Once you reach the line containing "it('a temperature too", copy it and every line after it exactly, through the end of the data below.

EXERCISE DATA Block Start

/**
 * The shared message builders say "missing" for a blank choice and "too large (maximum …)" for a value
 * such as 1e309 that no machine number holds, in every path that uses them: the zod pieces (study
 * file, API, imports), the form reader, CSV cells, climate files and core's own range checks
 * (issue 12, finding 7: they used to say "undefined is not allowed" and "Infinity is not a finite number").
 */
import { describe, expect, it } from 'vitest';
import { InputDomainError, readMonthlyNormalsCsv } from '../../core/index.js';
import { inRange } from '../../core/validate.js';
import { readNumber, type FieldErrors } from '../../server/common/formFields.js';
import { aircraftToCsv, parseAircraftCsv } from '../../server/io/csv.js';
import { num, oneOf, parseAll } from '../../server/common/schema.js';
import { demoAircraft } from '../db/fixtures/demo.js';
import { importError } from './io/helpers.js';

const LEAKS = /undefined|Infinity|NaN|\[object/;

describe('zod building blocks', () => {
  it('a blank choice is "missing" with the choices', () => {
    const r = parseAll(oneOf(['transport', 'commuter', 'normal']), undefined);
    expect(r.ok).toBe(false);
    if (!r.ok) expect(r.problems[0]!.message).toBe('missing; one of transport, commuter, normal');
  });

  it('±Infinity is "too large" / "too small" with the limit', () => {
    const s = num(0, 2000, 'km');
    const hi = parseAll(s, Number.POSITIVE_INFINITY);
    const lo = parseAll(s, Number.NEGATIVE_INFINITY);
    expect(hi.ok || hi.problems[0]!.message).toBe('too large (maximum 2000 km)');
    expect(lo.ok || lo.problems[0]!.message).toBe('too small (minimum 0 km)');
    // The echoed value is never the text "Infinity" (JSON has no such number).
    if (!hi.ok) expect(hi.problems[0]!.value).toBeNull();
  });

  it('a deep or huge value is summarised, never serialised into the message', () => {
    let deep: unknown = 1;
    for (let i = 0; i < 5000; i++) deep = [deep];
    const r = parseAll(num(0, 1, ''), deep);
    expect(r.ok).toBe(false);
    if (!r.ok) {
      expect(r.problems[0]!.message).toBe('a list of 1 item is not a number; allowed 0 to 1');
      expect(r.problems[0]!.value).toBe('a list of 1 item');
    }
    const long = parseAll(oneOf(['a', 'b']), 'x'.repeat(10_000));
    if (!long.ok) expect(long.problems[0]!.message.length).toBeLessThan(100);
  });
});

describe('core range checks', () => {
  it('say "too large (maximum …)" for Infinity and "missing" for a blank', () => {
    expect(() => inRange('site.designTemperature_c', Number.POSITIVE_INFINITY, { min: -30, max: 55, unit: '°C' }))
      .toThrow('site.designTemperature_c: too large (maximum 55 °C)');
    expect(() => inRange('site.elevation_m', undefined, { min: -400, max: 4500, unit: 'm' }))
      .toThrow(/^site\.elevation_m: missing; expected a finite number/);
    expect(() => inRange('x', Number.NEGATIVE_INFINITY, { min: -400, max: 4500, unit: 'm' })).toThrow(InputDomainError);
  });
});

describe('forms', () => {
  it('a typed 1e309 is "too large" with the maximum in the user unit', () => {
    const errors: FieldErrors = {};
    expect(readNumber({ t: '1e309' }, { name: 't', kind: 'temperature', min: -30, max: 55, required: true }, 'us', errors)).toBeUndefined();
    expect(errors.t).toBe('too large (maximum 131 °F)');
    readNumber({ e: '-1e309' }, { name: 'e', kind: 'altitude', min: -400, max: 4500, required: true }, 'si', errors);
    expect(errors.e).toBe('too small (minimum -400 m)');
  });
});

describe('CSV cells', () => {
  const header = (csv: string) => csv.split('\n')[0]!.split(',');
  const rowWith = (edit: (cells: string[], h: string[]) => void): string => {
    const csv = aircraftToCsv([demoAircraft('kestrel-ut1')]);
    const lines = csv.trimEnd().split('\n');
    const h = header(csv);
    const cells = lines[1]!.split(',');
    edit(cells, h);
    return `${lines[0]}\n${cells.join(',')}\n`;
  };

  it('a blank enum cell is "missing; one of …"', () => {
    const text = rowWith((cells, h) => { cells[h.indexOf('certification')] = ''; });
    const e = importError(() => parseAircraftCsv(text));
    const p = e.problems.find((x) => x.field === 'certification')!;
    expect(p.reason).toBe('missing; one of transport, commuter, normal');
  });

  it('a cell of 1e309 is "too large (maximum …)"', () => {
    const text = rowWith((cells, h) => { cells[h.indexOf('mtow_kg')] = '1e309'; });
    const e = importError(() => parseAircraftCsv(text));
    const p = e.problems.find((x) => x.field === 'mtow_kg')!;
    expect(p.reason).toBe('too large (maximum 600000 kg)');
    for (const q of e.problems) expect(q.reason).not.toMatch(LEAKS);
  });
});

describe('climate files', () => {
  it('a temperature too long for a machine number is "too large", never "Infinity °C"', () => {
    const text = `STATION,DATE,MLY-TMAX-NORMAL,MLY-TMIN-NORMAL\nXX000000001,01,${'9'.repeat(400)},20\n`;
    let msg = '';
    try { readMonthlyNormalsCsv({ text }); } catch (e) { msg = (e as Error).message; }
    expect(msg).toMatch(/too large \(maximum 60 °C\)/);
    expect(msg).not.toMatch(LEAKS);
    expect(msg.length).toBeLessThan(200);
  });
});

EXERCISE DATA Block End

* THE ANSWER:
  it('a temperature too long for a machine number is "too large", never "Infinity °C"', () => {
    const text = `STATION,DATE,MLY-TMAX-NORMAL,MLY-TMIN-NORMAL\nXX000000001,01,${'9'.repeat(400)},20\n`;
    let msg = '';
    try { readMonthlyNormalsCsv({ text }); } catch (e) { msg = (e as Error).message; }
    expect(msg).toMatch(/too large \(maximum 60 °C\)/);
    expect(msg).not.toMatch(LEAKS);
    expect(msg.length).toBeLessThan(200);
  });
});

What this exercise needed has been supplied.